WORK ITEM
Your answer should consist of each line below that includes the word "sorted".

________________

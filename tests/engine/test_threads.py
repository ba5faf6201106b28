"""Threads in the whole-table E-step: how many tasks, how units are shared out, and the errors.

That threaded tasks give the same tables bit for bit is checked in ``test_shipping`` (local mode) and
``tests/cluster/test_submit`` (a standalone cluster whose tasks claim two cores each).
"""
from __future__ import annotations

import threading
import time

import pytest

from spark_align.engine import em
from spark_align.engine.estep import run_shared
from spark_align.errors import ConfigError


def test_local_cores_reads_local_masters_only(monkeypatch):
    # local[*]: the CPUs this process may run on (its affinity), as many as Spark's cores where no quota applies
    monkeypatch.setattr(em.os, "sched_getaffinity", lambda _pid: set(range(6)))
    monkeypatch.setattr(em.os, "cpu_count", lambda: 64)
    assert [em.local_cores(m) for m in ("local", "local[3]", "local[*]", "local[4,2]", "local[*,3]")] == [1, 3, 6, 4, 6]
    assert [em.local_cores(m) for m in ("local-cluster[2,1,1024]", "spark://h:7077", "yarn", "k8s://x")] == [None] * 4


def test_estep_tasks():
    # one thread: tasks per core, as before threads existed
    assert em.estep_tasks(100, 4, 2, 1, local=True) == 8
    # local mode: one wave, never more threads than cores
    assert em.estep_tasks(100, 4, 2, 2, local=True) == 2
    assert em.estep_tasks(100, 2, 2, 3, local=True) == 1
    # a cluster: tasks per core over the cores each task claims
    assert em.estep_tasks(100, 16, 2, 4, local=False) == 8
    # never more tasks than units, never fewer than one
    assert em.estep_tasks(3, 16, 2, 1, local=False) == 3 and em.estep_tasks(0, 2, 2, 1, local=True) == 1


class _Loop:
    def __init__(self, fail_on=None, delay=0.0):
        self.done, self.fail_on, self.delay = [], fail_on, delay
        self.threads = set()

    def run(self, unit):
        self.threads.add(threading.get_ident())
        time.sleep(self.delay)
        if unit == self.fail_on:
            raise ValueError(f"bad unit {unit}")
        self.done.append(unit)


def test_run_shared_runs_every_unit_once_each_loop_in_a_thread_of_its_own():
    loops = [_Loop(delay=0.002) for _ in range(3)]
    run_shared(loops, list(range(40)))
    assert sorted(u for loop in loops for u in loop.done) == list(range(40))
    assert all(loop.done for loop in loops)  # each thread took some
    assert all(len(loop.threads) == 1 for loop in loops)
    assert len(set.union(*(loop.threads for loop in loops))) == 3
    single = _Loop()
    run_shared([single], [1, 2, 3])
    assert single.done == [1, 2, 3] and single.threads == {threading.get_ident()}


def test_run_shared_raises_the_first_error_and_stops_taking_units():
    loops = [_Loop(fail_on=5, delay=0.002), _Loop(fail_on=5, delay=0.002)]
    with pytest.raises(ValueError, match="bad unit 5"):
        run_shared(loops, list(range(1000)))
    assert len([u for loop in loops for u in loop.done]) < 100


class _Conf:
    def __init__(self, values):
        self.values = values

    def get(self, key, default=None):
        return self.values.get(key, default)


class _Session:
    def __init__(self, master, values):
        self.conf = _Conf(values)
        self.sparkContext = type("Ctx", (), {"master": master})()


def test_threads_per_task_default_to_the_cores_in_local_mode_and_to_one_elsewhere():
    assert [em.estep_threads(_Session(m, {})) for m in ("local[3]", "local", "local-cluster[2,2,1024]",
                                                        "spark://h:7077", "yarn")] == [3, 1, 1, 1, 1]
    assert em.estep_threads(_Session("local[3]", {em.THREADS_CONF: "1"})) == 1
    assert em.estep_threads(_Session("yarn", {em.THREADS_CONF: "4"})) == 4
    with pytest.raises(ConfigError, match="estepThreads must be a whole number"):
        em.estep_threads(_Session("local[3]", {em.THREADS_CONF: "all"}))


def test_claiming_more_cores_than_an_executor_has_is_a_config_error():
    with pytest.raises(ConfigError, match="estepThreads=2 is more than the 1 core"):
        em.claim_task_cpus(_Session("local-cluster[2,1,1024]", {}), None, 2)
    with pytest.raises(ConfigError, match="estepThreads=4 is more than the 2 core"):
        em.claim_task_cpus(_Session("spark://h:7077", {"spark.executor.cores": "2"}), None, 4)


def test_a_cluster_without_stage_level_scheduling_is_a_config_error(spark):
    # Spark's local mode has no task resource profiles: the scheduler's refusal, named in one line.
    rdd = spark.sparkContext.parallelize(range(4), 2)
    with pytest.raises(ConfigError, match="needs Spark's stage-level scheduling.*refused: .*TaskResourceProfiles"):
        em.claim_task_cpus(spark, rdd, 2)
    with pytest.raises(ConfigError, match="estepThreads must be a whole number"):
        em.whole_number_setting(em.THREADS_CONF, "0")


def test_python_workers_start_with_one_malloc_arena(spark):
    """A task's threads share one C heap (engine.tables.keep_freed_memory): the sessions this project
    makes start Python workers with MALLOC_ARENA_MAX=1, which glibc reads once, at a process's start."""
    import os

    assert spark.sparkContext.environment["MALLOC_ARENA_MAX"] == "1"
    got = spark.sparkContext.parallelize([0, 1], 2).map(lambda _: os.environ.get("MALLOC_ARENA_MAX")).collect()
    assert got == ["1", "1"]
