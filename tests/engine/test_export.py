"""Exports: links text, lexical tables, lexical weighting tables.

One small run is trained once per test session (:func:`trained_run`) and
shared with tests/engine/test_align.py (which also checks the pair scores) and
tests/reference/test_nltk_phrase_extraction.py.
"""
from __future__ import annotations

import json
import os
from collections import Counter, defaultdict

import numpy as np
import pyarrow as pa
import pyarrow.parquet as pq
import pytest

from spark_align import export
from spark_align.cli import main
from spark_align.config import CorpusConfig, RunConfig, parse_stages
from spark_align.corpus import synthetic
from spark_align.engine.tables import MIN_PROB
from spark_align.errors import RunDirError

pytestmark = pytest.mark.spark

N_CLEAN = 300
# Filtered and empty pairs, inserted in the middle so that order is checked too.
ODD_SOURCE = ["", "ka " * 120, "ka ko", ""]
ODD_TARGET = ["o ak", "o", "", ""]
ODD_AT = 150


def demo_pairs() -> tuple[list[str], list[str]]:
    table = synthetic.demo_corpus(N_CLEAN)
    return table.column("source").to_pylist(), table.column("target").to_pylist()


def shared_corpus() -> tuple[list[str], list[str]]:
    """The demo pairs with the odd pairs inserted at ODD_AT."""
    src, tgt = demo_pairs()
    src[ODD_AT:ODD_AT] = ODD_SOURCE
    tgt[ODD_AT:ODD_AT] = ODD_TARGET
    return src, tgt


def trained_run(spark, root) -> dict:
    """Train (once per session) ibm1:2,hmm:1 in both directions on the shared text corpus."""
    root = str(root)
    run_dir = os.path.join(root, "run")
    src, tgt = shared_corpus()
    s, t = os.path.join(root, "c.src"), os.path.join(root, "c.tgt")
    # pytest may import this module twice (as a test module and from other tests): the run's
    # committed output on disk is the cache that counts.
    if not os.path.exists(os.path.join(run_dir, "output.json")):
        from spark_align.engine.run import train

        os.makedirs(root, exist_ok=True)
        for path, lines in ((s, src), (t, tgt)):
            with open(path, "w", encoding="utf-8") as fh:
                fh.write("".join(x + "\n" for x in lines))
        cfg = RunConfig(corpus=CorpusConfig(source_text=s, target_text=t), stages=parse_stages("ibm1:2,hmm:1"),
                        directions="both")
        train(spark, cfg, run_dir, log=lambda _: None)
    return {"run": run_dir, "source_text": s, "target_text": t, "source": src, "target": tgt}


@pytest.fixture(scope="module")
def trained(spark, tmp_path_factory):
    return trained_run(spark, tmp_path_factory.getbasetemp() / "shared-export-run")


def read_output(run_dir):
    return pq.read_table(os.path.join(run_dir, "output")).sort_by("_row")


def link_set(links):
    return {(x["source"], x["target"]) for x in links or []}


def parse_line(line):
    return {tuple(int(v) for v in item.split("-")) for item in line.split()}


def quiet(_):
    pass


# -- links ----------------------------------------------------------------------------------------
def test_links_text_has_one_line_per_input_line_in_order(spark, trained, tmp_path):
    out = tmp_path / "links.txt"
    info = export.export_links(spark, trained["run"], str(out), log=quiet)
    raw = out.read_bytes().decode("utf-8")
    lines = raw.split("\n")
    assert lines[-1] == ""  # every line ends with a newline
    lines = lines[:-1]
    assert len(lines) == len(trained["source"]) == info["lines"]  # filtered and empty pairs included
    output = read_output(trained["run"])
    assert output.column("line").to_pylist() == list(range(1, len(lines) + 1))
    for line, links, reason in zip(lines, output.column("alignment").to_pylist(),
                                   output.column("skip_reason").to_pylist()):
        if reason is not None:
            assert line == ""
        assert parse_line(line) == link_set(links)
    assert lines[ODD_AT:ODD_AT + len(ODD_SOURCE)] == [""] * len(ODD_SOURCE)
    # a single direction's own links on request
    fwd = tmp_path / "forward.txt"
    export.export_links(spark, trained["run"], str(fwd), alignment="forward", log=quiet)
    fwd_lines = fwd.read_text(encoding="utf-8").split("\n")[:-1]
    assert [parse_line(x) for x in fwd_lines] == [link_set(x) for x in output.column("alignment_forward").to_pylist()]
    # nothing left beside the file: no part folders, no temporary files
    assert sorted(os.listdir(tmp_path)) == ["forward.txt", "links.txt"]


def test_links_file_is_not_replaced_without_overwrite(spark, trained, tmp_path):
    out = tmp_path / "links.txt"
    out.write_text("keep me\n")
    with pytest.raises(RunDirError, match="already exists"):
        export.export_links(spark, trained["run"], str(out), log=quiet)
    assert out.read_text() == "keep me\n"
    export.export_links(spark, trained["run"], str(out), overwrite=True, log=quiet)
    assert len(out.read_text().split("\n")) == len(trained["source"]) + 1
    assert sorted(os.listdir(tmp_path)) == ["links.txt"]


def test_links_lines_pure():
    column = pa.array([[{"source": 0, "target": 1}, {"source": 2, "target": 0}], None, [],
                       [{"source": 10, "target": 3}]],
                      pa.list_(pa.struct([("source", pa.int32()), ("target", pa.int32())])))
    assert export.links_lines(column).to_pylist() == ["0-1 2-0", "", "", "10-3"]
    assert export.links_lines(column.slice(1)).to_pylist() == ["", "", "10-3"]


# -- lexical translation tables -------------------------------------------------------------------
def test_lexicon_sums_to_one_per_word_before_pruning_and_prunes_as_documented(spark, trained, tmp_path):
    full_dir = tmp_path / "full"
    manifest = export.export_lexicon(spark, trained["run"], str(full_dir), min_prob=0.0, top_k=0, fmt="parquet",
                                     log=quiet)
    assert manifest["checkpoint"] == "hmm:1"  # the output's checkpoint, recorded in output.json
    for direction, cond in (("forward", "source"), ("reverse", "target")):
        table = pq.read_table(full_dir / export.TABLE_NAMES[direction]).to_pandas()
        assert list(table.columns) == ["source", "target", "probability"]
        grouped = table.groupby(cond)["probability"]
        sums, n_floor = grouped.sum(), table.assign(f=table.probability <= MIN_PROB).groupby(cond)["f"].sum()
        # Each conditioning word's distribution sums to 1; entries raised to the 1e-12 floor after
        # normalisation may add at most 1e-12 each.
        assert (np.abs(sums - 1.0) <= 1e-9 + n_floor * MIN_PROB).all(), sums[np.abs(sums - 1.0) > 1e-9]
        assert export.NULL_TOKEN in set(table[cond])  # t(. | NULL) is there, under the documented token
        assert manifest["rows"][direction] == len(table)
    assert json.load(open(full_dir / "export.json"))["kind"] == "lexicon"

    pruned_dir = tmp_path / "pruned"
    export.export_lexicon(spark, trained["run"], str(pruned_dir), direction="forward", min_prob=0.01, top_k=2,
                          fmt="tsv", log=quiet)
    assert sorted(os.listdir(pruned_dir)) == ["export.json", "target_given_source.tsv"]
    lines = (pruned_dir / "target_given_source.tsv").read_text(encoding="utf-8").split("\n")
    assert lines[0] == "source\ttarget\tprobability" and lines[-1] == ""
    got = [(a, b, float(p)) for a, b, p in (x.split("\t") for x in lines[1:-1])]
    full = pq.read_table(full_dir / "target_given_source").to_pandas()
    expected = []
    for source, rows in full[full.probability >= 0.01].groupby("source", sort=False):
        rows = rows.sort_values(["probability", "target"], ascending=[False, True]).head(2)
        expected += list(zip(rows.source, rows.target, rows.probability))
    assert sorted(got) == sorted(expected)
    # the file is grouped by conditioning word, most probable first
    for (s1, _, p1), (s2, _, p2) in zip(got, got[1:]):
        assert s1.encode() <= s2.encode() and (s1 != s2 or p1 >= p2)


# -- lexical weighting tables ---------------------------------------------------------------------
LINK = pa.struct([("source", pa.int32()), ("target", pa.int32()), ("posterior", pa.float64())])


def _links(*pairs):
    return [{"source": i, "target": j, "posterior": 1.0} for i, j in pairs]


def test_lexical_weights_against_a_hand_computed_example(spark):
    """Lexical weighting (Koehn, Och & Marcu 2003): relative frequencies of links, NULL for unaligned words.

    Pairs and links (source index-target index):
      1. "a b c" / "x y"    0-0 1-0
      2. "a c"   / "x z y"  0-0 1-2
      3. "B a"   / "y x"    1-1 0-0        -> lowercased: "b a"
    Unaligned: c and y in pair 1, z in pair 2.
    Link counts c(s, t): (a,x)=3, (b,x)=1, (b,y)=1, (c,y)=1, (c,NULL)=1, (NULL,y)=1, (NULL,z)=1.
    w(t | s): a: x 3/3 | b: x 1/2, y 1/2 | c: y 1/2, NULL 1/2 | NULL: y 1/2, z 1/2.
    w(s | t): x: a 3/4, b 1/4 | y: b 1/3, c 1/3, NULL 1/3 | z: NULL 1/1 | NULL: c 1/1.
    """
    rows = [("a b c", "x y", _links((0, 0), (1, 0))),
            ("a c", "x z y", _links((0, 0), (1, 2))),
            ("B a", "y x", _links((1, 1), (0, 0)))]
    df = spark.createDataFrame(rows, f"src string, tgt string, alignment array<{LINK_SQL}>")
    frames = export.lexical_weight_frames(df, source_column="src", target_column="tgt", lowercase=True,
                                          null_token="<NULL>")
    got = {d: {(r["source"], r["target"]): r["probability"] for r in frames[d].collect()} for d in frames}
    N = "<NULL>"
    assert got["forward"] == pytest.approx({("a", "x"): 1.0, ("b", "x"): 0.5, ("b", "y"): 0.5, ("c", "y"): 0.5,
                                            ("c", N): 0.5, (N, "y"): 0.5, (N, "z"): 0.5}, abs=1e-15)
    assert got["reverse"] == pytest.approx({("a", "x"): 0.75, ("b", "x"): 0.25, ("b", "y"): 1 / 3, ("c", "y"): 1 / 3,
                                            (N, "y"): 1 / 3, ("c", N): 1.0, (N, "z"): 1.0}, abs=1e-15)


LINK_SQL = "struct<source:int,target:int,posterior:double>"


def test_lexical_weights_export_counts_the_symmetrized_links(spark, trained, tmp_path):
    out = tmp_path / "weights"
    export.export_lexical_weights(spark, trained["run"], str(out), log=quiet)
    assert sorted(os.listdir(out)) == ["export.json", "source_given_target", "source_given_target.tsv",
                                       "target_given_source", "target_given_source.tsv"]
    # recount from the output corpus with plain Python
    counts = Counter()
    output = read_output(trained["run"])
    for src, tgt, links in zip(output.column("source").to_pylist(), output.column("target").to_pylist(),
                               output.column("alignment").to_pylist()):
        if links is None:
            continue
        s, t = src.split(), tgt.split()
        pairs = link_set(links)
        counts.update((s[i], t[j]) for i, j in pairs)
        counts.update((w, "<NULL>") for i, w in enumerate(s) if all(i != a for a, _ in pairs))
        counts.update(("<NULL>", w) for j, w in enumerate(t) if all(j != b for _, b in pairs))
    by_src, by_tgt = defaultdict(int), defaultdict(int)
    for (s, t), n in counts.items():
        by_src[s] += n
        by_tgt[t] += n
    fwd = pq.read_table(out / "target_given_source").to_pylist()
    rev = pq.read_table(out / "source_given_target").to_pylist()
    assert {(r["source"], r["target"]): r["probability"] for r in fwd} == pytest.approx(
        {k: n / by_src[k[0]] for k, n in counts.items()}, rel=1e-12)
    assert {(r["source"], r["target"]): r["probability"] for r in rev} == pytest.approx(
        {k: n / by_tgt[k[1]] for k, n in counts.items()}, rel=1e-12)
    tsv = (out / "source_given_target.tsv").read_text(encoding="utf-8").split("\n")
    assert tsv[0] == "source\ttarget\tprobability" and len(tsv) == len(rev) + 2


# -- command line ---------------------------------------------------------------------------------
def _cli(capsys, *args):
    try:
        code = main([*args, "--master", "local[2]"])
    except SystemExit as exc:  # argparse rejects the value: usage line, then one error line, exit 2
        code = exc.code
    return code, capsys.readouterr().err.strip()


def _one_line(code, err, *needles):
    assert code == 2, err
    lines = [x for x in err.splitlines() if x.startswith("spark-align")]
    assert len(lines) == 1 and "Traceback" not in err, err
    for needle in needles:
        assert needle in lines[0], lines[0]


@pytest.mark.parametrize("args, needles", [
    (["export", "lexicon", "--min-prob", "2"], ["--min-prob", "between 0 and 1"]),
    (["export", "lexicon", "--top-k", "-1"], ["--top-k", "0 or more"]),
    (["export", "lexicon", "--checkpoint", "hmm"], ["MODEL:ITERATION", "'hmm'"]),
    (["export", "lexicon", "--null-token", "a b"], ["--null-token"]),
    (["export", "links", "--alignment", "both"], ["--alignment", "invalid choice"]),
    (["export", "lexical-weights", "--format", "csv"], ["--format", "invalid choice"]),
    (["align", "--corpus", "x.parquet", "--checkpoint", "ibm1:two"], ["MODEL:ITERATION"]),
])
def test_bad_options_are_one_line_errors(capsys, tmp_path, args, needles):
    code, err = _cli(capsys, *args, "--run", str(tmp_path / "run"), "--out", str(tmp_path / "out"))
    _one_line(code, err, *needles)
    assert not (tmp_path / "out").exists()


def test_missing_run_and_unfinished_run_are_one_line_errors(spark, capsys, tmp_path):
    code, err = _cli(capsys, "export", "links", "--run", str(tmp_path / "nope"), "--out", str(tmp_path / "l.txt"))
    _one_line(code, err, "no run.json", "nope")
    run = tmp_path / "partial"
    run.mkdir()
    (run / "run.json").write_text(json.dumps({"format_version": 1, "config": json.loads(
        RunConfig(corpus=CorpusConfig(source_text="a", target_text="b")).to_json())}))
    (run / "encoded.json").write_text(json.dumps({"src_vocab_size": 1, "tgt_vocab_size": 1}))
    code, err = _cli(capsys, "export", "lexical-weights", "--run", str(run), "--out", str(tmp_path / "w"))
    _one_line(code, err, "no committed output")
    code, err = _cli(capsys, "export", "lexicon", "--run", str(run), "--out", str(tmp_path / "w"))
    _one_line(code, err, "no committed checkpoint")
    assert not (tmp_path / "w").exists() and not (tmp_path / "l.txt").exists()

________________

RESULT FOR THIS EXERCISE
    assert sorted(u for loop in loops for u in loop.done) == list(range(40))
    assert sorted(os.listdir(tmp_path)) == ["forward.txt", "links.txt"]
    assert sorted(os.listdir(tmp_path)) == ["links.txt"]
    assert sorted(os.listdir(pruned_dir)) == ["export.json", "target_given_source.tsv"]
    assert sorted(got) == sorted(expected)
    assert sorted(os.listdir(out)) == ["export.json", "source_given_target", "source_given_target.tsv",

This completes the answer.